Chuck Williams

H.R. McMaster wrote the book on morally bankrupt leadership

H.R. McMaster, who was the commanding general at Fort Benning from 2012 until July 2014.
H.R. McMaster, who was the commanding general at Fort Benning from 2012 until July 2014. Associated Press

Lt. Gen. H.R. McMaster wrote the book on morally bankrupt political and military leadership when he penned “Dereliction of Duty: Lyndon Johnson, Robert McNamara, The Joint Chiefs of Staff and the Lies that led to Vietnam.”

The title says it all.

A U.S. Army major at the time it was published by Harper Collins in 1997, McMaster received backlash for his bold and authoritative questioning of the leadership that marched the nation into war.

And the conclusion was grounded in fact after fact and tons of research. It was almost military in its precision.

The research was done as part of his doctoral work at the University of North Carolina. He plowed though material that had been recently declassified and built a compelling case for how war was lost before it ever really started.

Consider the final two sentences of the book:

“The disaster in Vietnam was not the result of impersonal forces but a uniquely human failure, the responsibility of which was shared by President Johnson and his principal military and civilian advisers. The failings were many and reinforcing arrogance, weakness, lying in the pursuit of self-interest, and, above all, the abdication of responsibility to the American people.”

Then, consider where McMaster now works.

He is the National Security Advisor, sitting at the right hand of President Donald Trump, offering critical input and analysis on the most difficult decisions the president is charged with making.

As the crisis in Syria intensifies, McMaster is in the situation room. On Wednesday, it was reported that Trump was sending McMaster to Afghanistan to assess if more American troops were needed in that fight. Thursday, a large bomb was dropped on an ISIS cave and tunnel complex in Afghanistan.

McMaster’s fingerprints are all over the globe.

And he is charged with offering advice to a president who, like Johnson, has his own political agenda. McMaster is an Army officer with a reputation for academic excellence and military prowess.

Retired Lt. Gen. Carmen Cavezza is watching McMaster’s role in this White House with great interest. Cavezza, a Columbus community leader who was commander of Fort Benning when the first Gulf War started in 1991, built a relationship with McMaster when he was here.

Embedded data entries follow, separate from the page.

package masks

import "fmt"

// ReadError reports a file that the readers of this package (ReadNPY,
// ReadManifest, ReadDir) cannot accept: bad input, not a bug. It carries the
// same facts as importers.InputError, which masks may not import, so the
// command can print and exit on both the same way (exit status 2).
type ReadError struct {
	File   string // path as the caller gave it; "" when reading an unnamed stream
	Offset int64  // byte offset of the problem; -1 when unknown
	What   string // what was found, and what was expected
	Hint   string // what the user can do about it
}

// Error returns "file: at byte N: what"; the hint is left to the caller to
// print on its own line.
func (e *ReadError) Error() string {
	s := e.What
	if e.Offset >= 0 {
		s = fmt.Sprintf("at byte %d: %s", e.Offset, s)
	}
	if e.File != "" {
		s = e.File + ": " + s
	}
	return s
}
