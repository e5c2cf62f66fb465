package masks

// Names of the fields every build writes. They are a contract with solvers
// and scripts: the .npy files are called <name>.npy and the VTI arrays carry
// the same names.
const (
	SolidFraction    = "solid_fraction"    // float64: fraction of the cell's area (2D) or volume (3D) inside solid, in [0, 1]
	Indicator        = "indicator"         // float32: 1 where the cell centre is in solid, else 0; smoothed across the interface when asked
	SignedDistance   = "signed_distance"   // float32, m: distance to the geometry, negative in solid, positive in fluid, clamped beyond the band
	Normal           = "normal"            // float32 x dim: unit normal from solid into fluid at the closest point, on interface cells; zero elsewhere
	InterfaceDensity = "interface_density" // float32, 1/m: interface length (2D) or area (3D) inside the cell per cell area or volume
	Region           = "region"            // uint8: RegionFluid, RegionInterface or RegionSolid
	SurfaceID        = "surface_id"        // int32: id of the nearest surface (surfaces table), 0 when there is no geometry
	Emissivity       = "emissivity"        // float32: emissivity of the nearest surface
	WallTemperature  = "wall_temperature"  // float32, K: wall temperature of the nearest surface, NaN when the scene leaves it unset
	MaterialID       = "material_id"       // int32: material of the nearest surface (materials table), 0 when none
)

// Values of the region field.
const (
	RegionFluid     uint8 = 0
	RegionInterface uint8 = 1
	RegionSolid     uint8 = 2
)

// NewStandardFields allocates the ten standard fields for g, zeroed, in the
// order they are written. Their units and meanings go into the manifest.
func NewStandardFields(g Grid) []*Field {
	return []*Field{
		NewField(g, SolidFraction, "1", "fraction of the cell inside solid (exact for the flattened outline in 2D, plane-cut from the local surface in 3D)", Float64, 1),
		NewField(g, Indicator, "1", "1 where the cell centre lies in solid, 0 in fluid; smoothed over the interface when the scene asks for it", Float32, 1),
		NewField(g, SignedDistance, "m", "signed distance from the cell centre to the geometry, negative in solid, positive in fluid; exact within the band, clamped to +/- the band half-width beyond it", Float32, 1),
		NewField(g, Normal, "1", "unit normal from solid into fluid at the geometry's closest point, on interface cells; zero elsewhere", Float32, g.Dim),
		NewField(g, InterfaceDensity, "1/m", "interface length (2D) or area (3D) inside the cell divided by the cell area (2D) or volume (3D)", Float32, 1),
		NewField(g, Region, "1", "0 fluid, 1 interface, 2 solid", Uint8, 1),
		NewField(g, SurfaceID, "1", "id of the nearest surface in the surfaces table, 0 when there is none", Int32, 1),
		NewField(g, Emissivity, "1", "hemispherical total emissivity of the nearest surface", Float32, 1),
		NewField(g, WallTemperature, "K", "wall temperature of the nearest surface; NaN where the scene leaves it unset", Float32, 1),
		NewField(g, MaterialID, "1", "id of the nearest surface's solid material in the materials table, 0 when none", Int32, 1),
	}
}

He holds the general in high regard.

“I can tell you this: if McMaster had been in his current position during the time of Vietnam that he wrote about, he would not have lasted very long,” said Cavezza, a highly decorated Vietnam veteran who was seriously wounded in the conflict.

Cavezza did not say it, but the reason is obvious: McMaster is a “truth-to-power” guy. And Trump appears to be leaning on the military leadership of McMaster and Secretary of Defense James Mattis, a retired U.S. Marine Corps general who led Central Command until 2013.

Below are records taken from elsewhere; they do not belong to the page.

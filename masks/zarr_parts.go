package masks

import (
	"fmt"
	"io"
	"os"
	"path/filepath"
)

// WriteZarrLayout writes the metadata of a Zarr v2 store for fields on g
// without any chunk and without the fields' values: .zgroup, every array's
// .zarray and .zattrs, and, when man is not nil, the group's .zattrs
// holding the manifest. It is WriteZarrMeta for a build that never holds a
// whole-grid field (a streaming or rank-parallel build): only each field's
// Name, Unit, Meaning, DType and Components are read, its slices may be
// empty. The bytes are those WriteZarrMeta writes for the same fields and
// opts, so the ranks of a parallel build may each write the layout: every
// file is renamed into place from a temporary name of its own, and all ranks
// write identical bytes. A nil man leaves the group's .zattrs alone (the
// manifest is written once the build is complete).
func WriteZarrLayout(dir string, g Grid, fields []*Field, man *Manifest, opts ZarrOptions) error {
	if err := g.Validate(); err != nil {
		return fmt.Errorf("zarr: %w", err)
	}
	chunks, comp, err := zarrSetup(g, opts)
	if err != nil {
		return err
	}
	seen := map[string]bool{}
	for _, f := range fields {
		if f == nil || f.DType.Size() == 0 || f.Components < 1 {
			return fmt.Errorf("zarr: a field template must give a known dtype and at least one component")
		}
		if err := outCheckName(f.Name); err != nil {
			return fmt.Errorf("zarr: %w", err)
		}
		if seen[f.Name] {
			return fmt.Errorf("zarr: two fields are called %q", f.Name)
		}
		seen[f.Name] = true
	}
	if err := os.MkdirAll(dir, 0o755); err != nil {
		return err
	}
	if err := zarrWriteJSON(filepath.Join(dir, ".zgroup"), map[string]int{"zarr_format": 2}); err != nil {
		return err
	}
	if man != nil {
		if err := outWriteAtomic(filepath.Join(dir, ".zattrs"), false, 1<<16, func(w io.Writer) error { return WriteManifest(w, man) }); err != nil {
			return err
		}
	}
	return zarrWriteArrayMeta(dir, g, fields, chunks, comp)
}

// ZarrChunkWriter writes single chunk files of a store from box-layout
// values, for a build that computes a chunk's fields once and writes each
// of them before moving on (WriteZarrChunks asks for one field at a time).
// It reuses its buffers and codec state from chunk to chunk; a writer is
// not safe for concurrent use, so each worker has its own. The bytes are
// those WriteZarrChunks writes for the same values.
type ZarrChunkWriter struct {
	g      Grid
	chunks []int
	enc    *zarrEncoder
}

// NewZarrChunkWriter returns a writer for the store layout of g and opts
// (opts.Workers is not used).
func NewZarrChunkWriter(g Grid, opts ZarrOptions) (*ZarrChunkWriter, error) {
	if err := g.Validate(); err != nil {
		return nil, fmt.Errorf("zarr: %w", err)
	}
	chunks, comp, err := zarrSetup(g, opts)
	if err != nil {
		return nil, err
	}
	return &ZarrChunkWriter{g: g, chunks: chunks, enc: zarrNewEncoder(comp)}, nil
}

// Write writes chunk c of the array in arrayDir from block, a field over
// the chunk's cells (c.Block) laid out x fastest within the block with
// interleaved components, as WriteZarrChunks' compute callback fills it.
// The file is renamed into place from a temporary name.
func (w *ZarrChunkWriter) Write(arrayDir string, c ZarrChunk, block *Field) error {
	n := block.Components
	for a := range 3 {
		n *= c.Block.Hi[a] - c.Block.Lo[a]
	}
	if block.DType.Size() == 0 || block.Components < 1 || block.Len() != n {
		return fmt.Errorf("zarr: chunk %v of %s: %d values, want %d", c.Index, block.Name, block.Len(), n)
	}
	copyIn := func(_ ZarrChunk, dst *Field) error {
		zpCopy(dst, block)
		return nil
	}
	if w.enc.block != nil && (w.enc.block.DType != block.DType || w.enc.block.Components != block.Components) {
		w.enc.block = nil // another array: zarrWriteChunk sizes a fresh block
	}
	return zarrWriteChunk(arrayDir, w.g, block, w.chunks, c, w.enc, copyIn)
}

// zpCopy copies src's values into dst, which has the same dtype and length.
func zpCopy(dst, src *Field) {
	switch src.DType {
	case Float64:
		copy(dst.F64, src.F64)
	case Float32:
		copy(dst.F32, src.F32)
	case Int32:
		copy(dst.I32, src.I32)
	case Uint8:
		copy(dst.U8, src.U8)
	}
}
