package masks

import (
	"fmt"
	"strconv"

	"codeberg.org/sbinet/npyio/npy"
)

// npyParseHeader parses the header dictionary of a .npy file: a Python
// literal {'descr': str, 'fortran_order': bool, 'shape': tuple of int} with
// the keys in any order, either quote style, optional trailing commas, and
// spaces and a newline as padding (NPY format description, version 1.0).
// Python 2 writers left an "L" after long integers, which NumPy still
// accepts, and so do we. A record dtype (a list in 'descr') is refused.
//
// npyio's own header parser depends on NumPy's key order and trailing ", ",
// and panics on a header without a newline, so it is not used on input.
func npyParseHeader(b []byte) (npy.Header, error) {
	var h npy.Header
	p := npyHeaderParser{b: b}
	p.space()
	if !p.eat('{') {
		return h, p.fail("want '{' to open the header dictionary")
	}
	seen := map[string]bool{}
	for {
		p.space()
		if p.eat('}') {
			break
		}
		key, err := p.str()
		if err != nil {
			return h, err
		}
		p.space()
		if !p.eat(':') {
			return h, p.fail("want ':' after key '" + key + "'")
		}
		p.space()
		if seen[key] {
			return h, p.fail("key '" + key + "' appears twice")
		}
		seen[key] = true
		switch key {
		case "descr":
			if h.Descr.Type, err = p.str(); err != nil {
				return h, fmt.Errorf("'descr' is not a simple dtype string (record dtypes are not supported): %w", err)
			}
		case "fortran_order":
			switch {
			case p.word("True"):
				h.Descr.Fortran = true
			case p.word("False"):
				h.Descr.Fortran = false
			default:
				return h, p.fail("want True or False for 'fortran_order'")
			}
		case "shape":
			if h.Descr.Shape, err = p.tuple(); err != nil {
				return h, err
			}
		default:
			return h, p.fail("unexpected key '" + key + "'")
		}
		p.space()
		if p.eat(',') {
			continue
		}
		p.space()
		if !p.eat('}') {
			return h, p.fail("want ',' or '}' after the value of '" + key + "'")
		}
		break
	}
	for _, k := range []string{"descr", "fortran_order", "shape"} {
		if !seen[k] {
			return h, fmt.Errorf("header dictionary lacks the key '%s'", k)
		}
	}
	p.space()
	if p.i != len(p.b) {
		return h, p.fail("unexpected text after the header dictionary")
	}
	if h.Descr.Shape == nil {
		h.Descr.Shape = []int{}
	}
	return h, nil
}

// npyHeaderParser walks a header dictionary byte by byte.
type npyHeaderParser struct {
	b []byte
	i int
}

func (p *npyHeaderParser) fail(what string) error {
	return fmt.Errorf("header dictionary, at character %d: %s", p.i, what)
}

func (p *npyHeaderParser) space() {
	for p.i < len(p.b) && (p.b[p.i] == ' ' || p.b[p.i] == '\n' || p.b[p.i] == '\t' || p.b[p.i] == '\r') {
		p.i++
	}
}

func (p *npyHeaderParser) eat(c byte) bool {
	if p.i < len(p.b) && p.b[p.i] == c {
		p.i++
		return true
	}
	return false
}

// word consumes w if it comes next and is not followed by a letter or digit.
func (p *npyHeaderParser) word(w string) bool {
	end := p.i + len(w)
	if end > len(p.b) || string(p.b[p.i:end]) != w {
		return false
	}
	if end < len(p.b) && npyIsAlnum(p.b[end]) {
		return false
	}
	p.i = end
	return true
}

func npyIsAlnum(c byte) bool {
	return c == '_' || ('0' <= c && c <= '9') || ('a' <= c && c <= 'z') || ('A' <= c && c <= 'Z')
}

// str reads a quoted string without escapes: dtype strings and keys never
// need them.
func (p *npyHeaderParser) str() (string, error) {
	if p.i >= len(p.b) || (p.b[p.i] != '\'' && p.b[p.i] != '"') {
		return "", p.fail("want a quoted string")
	}
	q := p.b[p.i]
	start := p.i + 1
	for j := start; j < len(p.b); j++ {
		switch p.b[j] {
		case q:
			p.i = j + 1
			return string(p.b[start:j]), nil
		case '\\', '\n':
			p.i = j
			return "", p.fail("escape or line break inside a string")
		}
	}
	return "", p.fail("unterminated string")
}

// tuple reads a Python tuple of non-negative integers: (), (3,), (2, 3).
func (p *npyHeaderParser) tuple() ([]int, error) {
	if !p.eat('(') {
		return nil, p.fail("want '(' to open the shape tuple")
	}
	shape := []int{}
	comma := false // whether the last entry was followed by a comma
	for {
		p.space()
		if p.eat(')') {
			break
		}
		comma = false
		start := p.i
		for p.i < len(p.b) && '0' <= p.b[p.i] && p.b[p.i] <= '9' {
			p.i++
		}
		if p.i == start {
			return nil, p.fail("want a non-negative integer in the shape")
		}
		v, err := strconv.Atoi(string(p.b[start:p.i]))
		if err != nil || v > npyMaxElems {
			return nil, p.fail(fmt.Sprintf("shape entry %q is too large", p.b[start:p.i]))
		}
		p.eat('L') // Python 2 long suffix
		shape = append(shape, v)
		p.space()
		if p.eat(',') {
			comma = true
			continue
		}
		p.space()
		if !p.eat(')') {
			return nil, p.fail("want ',' or ')' in the shape")
		}
		break
	}
	if len(shape) == 1 && !comma {
		return nil, p.fail("a one-entry shape needs a trailing comma, as in (3,)") // (3) is an int in Python
	}
	return shape, nil
}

“I think President Trump has turned the fight over to the military guys,” Cavezza said.

And, that’s a good thing from where Cavezza sits.

“In this case, I think President Trump has the support of the majority of the American people,” Cavezza said. “And it appears he has told his military advisers, ‘Here is the game, now go win it.”

If that is the case, McMaster is the key man to watch, partly because he is the first active-duty officer to hold the National Security Advisor job since Gen. Colin Powell in the final years of the Reagan Administration.

“He knows what he is doing and he understands the situation,” Cavezza said.

Part of the reason for that is “Dereliction of Duty.” An Army can’t move forward without understanding its shortcomings, and McMaster put those shortcomings in historical context in what could have been a career-ending move.

“When he wrote that — and again it started as a dissertation — I don’t think he had any idea how controversial it would be,” Cavezza said. “When I read it, my first thought was, ‘How did he get away with doing that?’”

Then Cavezza realized how McMaster pulled off a solo charge up the hill that turned into a mountain of evidence that supported his conclusion.

“He got away with it because he followed the rules,” Cavezza said. “He got the permission when he needed permission. He did it the right way.”

But he paid a price for it, Cavezza said. Sounding a little like the late baseball philosopher Yogi Berra, Cavezza described perfectly what the book did for McMaster’s career:

“It slowed him down and accelerated him at the same time — if that is even possible.”

It makes perfect sense.

“He was persona non grata for a while and that probably delayed his promotion to general,” Cavezza said.

Not lost on Cavezza is how quickly McMaster went from Riverside, the commanding general’s home at Fort Benning, to the White House. He left Fort Benning on July 4, 2014 for a third star and the job of designing the Army of the future.

“It is amazing how quickly that all happened,” Cavezza said.

It is.

If you haven’t read “Dereliction of Duty,” put it on your summer reading list. It will give you valuable insight into McMaster’s new assignment, and you may look at his role in a different light.

The final words of McMaster’s book — “responsibility to the American people” — just might change the way you look at current events. McMaster clearly understands his role and his responsibility to the American people.

More than any other person in the Trump Administration, all eyes should be on H.R. McMaster, who wrote the book on what happens when the balance of power becomes unstable.